Services:Basic care by appointment only. Telephone access and internet-based consultations when appropriate. Offer lab sampling and reduced lab fees. Minor procedures such as biopsies, ingrown nails are offered. and masseur.
I know I function best on a schedule. Patients who come to me with acute problems (especially minor, self-limiting conditions) bring my practice to a halt, so I discourage the practice. Instead, I reserve a few slots per day for same-day spending. I enjoy doing procedures, so I’ve learned to collect my own blood samples, a service my patients appreciate. And as a big advocate of mental health care, I’ve integrated inexpensive psychotherapy into my practice from practically day one. Seeing the need for additional services, I added an affordable nutritionist and massage therapist exclusively for my patients.
Business hours:Monday: 11 am – 5 pm, Tuesday – Thursday: 9 am – 2 pm.
When I first opened my practice, I saw patients Monday through Thursday from 8:30am to 5:30pm and used Friday for administrative time to run the business (and errands). As my practice filled, I switched to seeing patients only Tuesdays through Thursdays, and eventually changed my start time to 9am, which gives me more time in the morning to organize and meditate for 10 minutes – something that I’ve been working on making it a habit for years.

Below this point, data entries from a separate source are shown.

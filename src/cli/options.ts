/**
 * Option parsing shared by every command: the readers of src/settings/read.ts
 * (dates, ranges, lists, numbers), one error shape (InputError → one stderr
 * line, exit 2).
 */
export * from '../settings/read.ts';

Because you are in control, your schedule can evolve to meet your needs and desires. For example, last year I planted a pandemic vegetable garden in the backyard, but was frustrated that it was too dark when I got home to check on it. It may sound silly, but watering the plants and picking lettuce leaves makes me ridiculously happy. Coming home earlier also motivates me to exercise in the evenings, which is something I need to do for my health. So, after consulting my office manager, we cut my Tuesday-Thursday afternoon hours and added Monday office hours back in.
Now that you’ve started to visualize your dream practice, are you getting a little excited? You should be because you can do it!In the next articles I will show you the steps to make your dream a reality.
Rebekah Bernard, MD, is a general practitioner in Fort Myers, FL and the author of How to become a Rockstar Doctor and Physician Wellness: The Rock Star Doctor’s Guide.